I’ve written a number of posts questioning whether Cloud Computing is Green or Energy Efficient but to be a little more helpful, here is a simple test you can do to see if your Cloud Computing delivered applications are yielding energy efficiency gains for you:
- Have you moved some of your applications to a Cloud provider? – if “Yes” go to step 2 (if no, then cloud is not saving you energy)
- Do you know what the energy consumption* of that application was before moving it to the cloud? – if “Yes”, go on to step 3 (if no, then you have no way to tell if your Cloud solution is saving you energy)
- Do you know the energy consumption of your application after it has moved to the Cloud? – if “Yes” subtract 3 from 2 and if the answer is positive then Cloud is saving you energy (if no, then you have no way to tell if your Cloud solution is saving you energy)
*Obviously, the units of energy consumption in steps 2 and 3 need to be the same for this to work. To make sure they are, try contacting your Cloud provider before moving your applications to the Cloud and asking them what their method for measuring energy consumption is. If they tell you (more than likely they won’t) you can match your measurement units in step 2 to theirs.
Unfortunately, as Cloud Computing providers are, as yet, not publishing energy consumption information, for now, this only works as a thought experiment. However with coming regulatory requirements around reporting of energy consumption, Cloud Providers may be forced to reveal this information.

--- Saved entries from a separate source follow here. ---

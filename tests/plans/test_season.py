"""The season of a campaign and its moments, against skyfield's positions and published dates."""

from __future__ import annotations

from typing import Any

import numpy as np
import pytest
from skyfield.api import load

from wanderers.ephemeris.bodies import Body
from wanderers.ephemeris.dates import parse_date
from wanderers.ephemeris.store import TrackStore
from wanderers.errors import SpanError, UsageProblem
from wanderers.plans.path import arc_length_deg, outermost_crossing, turning_deg
from wanderers.plans.season import (
    CROSSING_FIRST,
    CROSSING_SECOND,
    MIDDLE,
    STATION_DIRECT,
    STATION_RETROGRADE,
    CampaignSeason,
    campaign_season,
    date_of,
)


def season_of(store: TrackStore, body: Body, which: str, since: str = "2026-03-01") -> CampaignSeason:
    return campaign_season(store, body, which, now_jd=parse_date(since))


def moment_jd(season: CampaignSeason, name: str) -> float:
    return next(moment.jd_tt for moment in season.moments if moment.name == name)


def test_moments_of_mars_in_2027_fall_on_the_published_dates(store: TrackStore) -> None:
    # Opposition 2027 February 19 and stationary points January 10 and April 1: general almanacs, from memory.
    season = season_of(store, Body.MARS, "2027")
    assert date_of(moment_jd(season, MIDDLE)) == "2027-02-19"
    assert date_of(moment_jd(season, STATION_RETROGRADE)) == "2027-01-10"
    assert date_of(moment_jd(season, STATION_DIRECT)) == "2027-04-01"


def test_a_campaign_begins_before_the_first_pass_and_ends_after_the_third(store: TrackStore) -> None:
    season = campaign_season(
        store, Body.JUPITER, "2027", now_jd=parse_date("2026"), lead_days=12.0, tail_days=7.0
    )
    assert season.start_jd == pytest.approx(season.row["first_pass_start_jd_tt"] - 12.0)
    assert season.end_jd == pytest.approx(season.row["third_pass_end_jd_tt"] + 7.0)
    times = [moment.jd_tt for moment in season.moments]
    assert times == sorted(times)


@pytest.mark.parametrize(
    ("body", "target", "year"),
    [
        (Body.MARS, "mars barycenter", "2027"),
        (Body.MARS, "mars barycenter", "2025"),
        (Body.SATURN, "saturn barycenter", "2027"),
        (Body.VENUS, "venus", "2026"),
        (Body.MERCURY, "mercury", "2026"),
    ],
)
def test_the_path_passes_its_crossing_twice_by_skyfields_positions(
    store: TrackStore, opened: Any, body: Body, target: str, year: str
) -> None:
    season = season_of(store, body, year)
    times = load.timescale(builtin=True).tt_jd(
        [moment_jd(season, CROSSING_FIRST), moment_jd(season, CROSSING_SECOND)]
    )
    places = opened["earth"].at(times).observe(opened[target]).apparent().position.au
    places = places / np.linalg.norm(places, axis=0)
    apart_arcsec = np.degrees(np.linalg.norm(places[:, 0] - places[:, 1])) * 3_600.0
    assert apart_arcsec < 0.01


def test_every_season_called_a_loop_has_a_crossing(store: TrackStore) -> None:
    shapes = set()
    for year in ("2003", "2005", "2007", "2012", "2014", "2016", "2018", "2020", "2022"):
        season = season_of(store, Body.MARS, year)
        crossed = any(moment.name == CROSSING_FIRST for moment in season.moments)
        shapes.add(season.row["path_shape"])
        assert crossed or season.row["path_shape"] == "zigzag"
    assert shapes == {"loop", "zigzag"}


def test_a_zigzag_has_no_crossing_and_says_so(store: TrackStore) -> None:
    season = season_of(store, Body.VENUS, "2028")
    assert season.row["path_shape"] == "zigzag"
    assert all(moment.name != CROSSING_FIRST for moment in season.moments)
    assert any("zigzag" in note for note in season.notes)


def test_the_middle_of_an_inner_planet_is_lost_and_no_must(store: TrackStore) -> None:
    season = season_of(store, Body.MERCURY, "next")
    middle = next(moment for moment in season.moments if moment.name == MIDDLE)
    assert not middle.must and any("lost in the Sun" in note for note in season.notes)
    assert next(m for m in season_of(store, Body.MARS, "next").moments if m.name == MIDDLE).must


def test_next_is_the_first_season_that_has_not_turned_back(store: TrackStore) -> None:
    before = season_of(store, Body.MARS, "next", "2027-01-09")
    after = season_of(store, Body.MARS, "next", "2027-01-12")
    assert before.row["season_id"] == "mars-ecliptic-s13"
    assert date_of(moment_jd(after, MIDDLE)).startswith("2029-03")
    under_way = campaign_season(store, Body.MARS, "next", now_jd=parse_date("2027-05-01"), under_way=True)
    assert under_way.row["season_id"] == "mars-ecliptic-s13"


def test_a_season_is_found_by_its_id(store: TrackStore) -> None:
    for frame in ("ecliptic", "equator", "j2000"):
        assert season_of(store, Body.MARS, f"mars-{frame}-s13").row["season_id"] == f"mars-{frame}-s13"
    assert season_of(store, Body.MERCURY, "mercury-ecliptic-s84").row["season_id"] == "mercury-ecliptic-s84"


def test_a_year_with_several_seasons_takes_the_first_and_names_the_others(store: TrackStore) -> None:
    season = season_of(store, Body.MERCURY, "2026")
    assert season.row["season_id"] == "mercury-ecliptic-s82"
    assert any("mercury-ecliptic-s84" in note for note in season.notes)


@pytest.mark.parametrize(
    ("which", "said"),
    [
        ("2026", "2025-01, 2027-02"),
        ("soon", "names no season"),
        ("mars-sideways-s13", "names no season"),
        ("venus-ecliptic-s16", "not of mars"),
        ("mars-ecliptic-s99999", "holds no season"),
    ],
)
def test_seasons_that_do_not_exist_are_refused_with_advice(store: TrackStore, which: str, said: str) -> None:
    with pytest.raises(UsageProblem, match=said):
        season_of(store, Body.MARS, which)


def test_what_never_turns_back_has_no_season(store: TrackStore) -> None:
    with pytest.raises(UsageProblem, match="never turns back"):
        season_of(store, Body.MOON, "next")


def test_outside_the_kernel_nothing_is_guessed(de421_store: TrackStore) -> None:
    with pytest.raises(SpanError):
        season_of(de421_store, Body.MARS, "next", "2053-09-01")


def test_a_great_circle_is_as_long_as_its_angle_and_does_not_turn() -> None:
    angle = np.radians(np.linspace(0.0, 30.0, 61))
    circle = np.stack([np.cos(angle), np.sin(angle), np.zeros(61)])
    assert arc_length_deg(circle)[-1] == pytest.approx(30.0)
    assert turning_deg(circle)[-1] == pytest.approx(0.0, abs=1e-5)
    back = np.concatenate([circle, circle[:, -2::-1]], axis=1)
    assert turning_deg(back)[-1] == pytest.approx(180.0, abs=1e-5)


def test_a_small_circle_turns_by_the_excess_of_spherical_geometry() -> None:
    # Gauss and Bonnet: once round, the turning is 360 degrees times the cosine of the radius.
    angle, radius = np.linspace(0.0, 2.0 * np.pi, 2_001), np.radians(5.0)
    circle = np.stack(
        [
            np.sin(radius) * np.cos(angle),
            np.sin(radius) * np.sin(angle),
            np.full(angle.size, np.cos(radius)),
        ]
    )
    assert arc_length_deg(circle)[-1] == pytest.approx(360.0 * np.sin(radius), rel=1e-5)
    assert turning_deg(circle)[-1] == pytest.approx(360.0 * np.cos(radius), rel=1e-3)


def test_a_chain_that_crosses_itself_is_found_and_one_that_does_not_is_not() -> None:
    loop = np.array([[0.0, 3.0, 3.0, 1.0, 1.0], [0.0, 0.0, 2.0, 2.0, -1.0]])
    assert outermost_crossing(loop) == (0, 3)
    assert outermost_crossing(loop[:, :4]) is None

It is only when Cloud providers detail their energy consumption information that we will be able to say whether Cloud Computing is energy-efficient, or not.
Photo credit kevindooley
Hi Tom, We are developing a public cloud based on OpenStack. We will only be in beta until the Diablo version is available in September. At least in the short term it will be meaningless to publish energy consumption per VM. In an hotel with only a few rooms occupied the energy consumption per occupant is very poor. It will be 2012 before the energy efficiencies take effect. We are also waiting for multi-sled servers like the Dell 5125 (12 servers in 3U) or Tyan FM65-B5511 (18 servers in 4U) become cost effectively available. Cloud computing has the possibility of delivering computing more energy efficiently that current practices but it will take a while before all of the benefits are realiseable.
However, I don’t think that Cloud will reduce compute energy consumption overall. We’ll get a lot more compute for a little more Watts.
Amelia @ IT Management says
Great post, Tom. A good reminder for businesses to operations efficiency with energy efficiency.
My take on this: Cloud computing is very promising with its capacity to enable platforms to provide user convenience while benefiting companies financially. It is, however, bound for the bumpy road with SaaS and security requirement issues becoming imminent.